Ecco, di Henry Pilco, prima d’incontrarlo, a Quito, penso sia uno degli infiniti alterego di Ivan. Me lo immagino così. Mi bastano però alcune parole, e anzi ancora di più il suo primo sguardo obliquo e insistente, per capire che invece appartiene all’altra specie umana, quella di Rabelais, gli invincibili, gli ironici. È lui a portarmi in giro per l’Ecuador, è lui a mostrarmi in quale modo il terremoto del 16 aprile, con quella quantità incredibile di scosse che continuano a seguirlo, e le maglie del crimine organizzato hanno infierito contro gli ultimi, contro le popolazioni rurali della capitale della costa; di nuovo, solo e contro il popolo.
[[ge:rep-locali:espresso:285239019]]
«Ora in Ecuador, a Quito», mi dice Henry, «è pace. Pace tra i Latin King e Los Divinos». È pace già da qualche anno, e sta lì ad assicurare che le bande armate, partite con la storica Mama Lucha, fondata dalla amatissima Lucila Endara, non si faranno più la guerra. Sono i giorni in cui accade anche nella vicina Colombia, dove il guerrigliero Farc Timochenko sigla la pace, con penna ricavata da un bossolo di Ak-47, con il presidente Santos, nemico giurato del gruppo che ha venduto tonnellate di coca.
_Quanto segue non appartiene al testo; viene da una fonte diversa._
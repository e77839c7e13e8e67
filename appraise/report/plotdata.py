"""What the four sale plots show, defined once (no Qt): the window and the worksheet draw it.

* price against living area, coloured by region, the subject at its estimate with its
  single-sale prediction interval;
* the model's value against the sale price, with the line where they agree;
* residuals (sale minus model, response scale) against the model's value, with zero and
  two residual standard deviations;
* the map: the sales in kilometres east and north of the sales' median position (equal
  aspect, so equal ground distances look equal), the subject and distance rings around it.

:func:`sale_points` collects the numbers of every imported sale, used or not (a left-out
sale gets the model's value through the one prediction path where its inputs allow);
:func:`sale_plots` turns them into four :class:`PlotData`; :func:`subject_mark` places the
subject alone, so a view can move it without drawing the sales again.

Beyond :data:`MAX_DRAWN` sales a seeded random subsample is drawn (the same sales on every
redraw) and the plot says so in its ``note``.
"""

from __future__ import annotations

import math
from collections.abc import Iterable, Mapping
from dataclasses import dataclass, field
from typing import TYPE_CHECKING, Any

import numpy as np
import pandas as pd

from ..engine.errors import AppraiseError
from ..engine.sales import ROW_COLUMN, Exclusion, SalesTable
from .numbers import money

if TYPE_CHECKING:  # pragma: no cover
    from ..engine.fitting import FitResult
    from ..engine.valuation import Valuation

NO_REGION = "(no region)"
AREA_UNIT_LABELS = {"ft2": "sq ft", "m2": "m²"}
MAX_DRAWN = 20_000
"""Most sales drawn in one plot; beyond it a seeded random subsample is drawn."""
SUBSAMPLE_SEED = 20_240_601
MAX_REGION_COLOURS = 7
"""Regions drawn each in its own colour; the smallest beyond this share one "other" group."""
EARTH_RADIUS_KM = 6371.0088  # IUGG mean Earth radius
RING_CHOICES_KM = (0.5, 1.0, 2.0, 5.0, 10.0, 20.0, 50.0, 100.0)

TITLES = {
    "price_area": "Price against living area",
    "model_sale": "Model value against sale",
    "residuals": "Residuals",
    "location": "Where the sales are",
}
È pace. Per lo meno apparente, in questo angolo occidentale di Sudamerica. Una pace, a Quito, su cui veglia la Virgen alata, la Madonna con le ali, alta 45 metri e volante su di un drago poggiato sopra un globo terrestre; è impossibile non vederla, affaccia sopra il centro storico coloniale, dà le spalle ai quartieri dei poveri, le baracche arrampicate sui costoni del Panecillo. È iperrealista questa grande virgen - come tutta l’arte sacra ecuadoriana, le statue dei santi e dei Cristi e delle Madonne con bottoni di madreperla al posto degli occhi sgranati e spaventevoli, capelli veri e crespi, specchietti nelle bocche a simulare la lucidità della salivazione - ed è magica allo stesso tempo, una realtà che balla tra questo mondo e quell’altro, quello simbolico delle corrispondenze divine.

Henry naturalmente è in quell’altro mondo che vive, non quello del simbolo ma quello arrampicato e precario dei poveri, ed è lì che lo andiamo a incontrare, abbiamo appuntamento davanti alla sua casa che è un magazzino di una stanza con una tenda di plastica nera appesa a metà a dividere cucina e letti. Henry ultimo ci è nato, anzi erano nati in due, il suo gemello è morto che avevano tre mesi, è rimasto a metà. Poi, a 17 anni, con divina ironia, riesce a scrollarsi tutto dalle spalle, a farsi in più traino per altri. Oggi lavora con Dya, un’associazione che è partner dell’Unicef, e strappa i bambini dalla strada e dalle bande armate. Lo fa usando il quechua, la lingua dei nativi, degli emarginati. «Così mi sentono come uno di loro», dice. «Li guardo da lontano, non faccio domande. Quando ero per strada io, se qualcuno faceva domande scappavo. Porto una palla, giochiamo a pallone. Dopo una settimana vogliono dirmi i loro nomi. È il primo passo perché capiscano che hanno bisogno d’aiuto».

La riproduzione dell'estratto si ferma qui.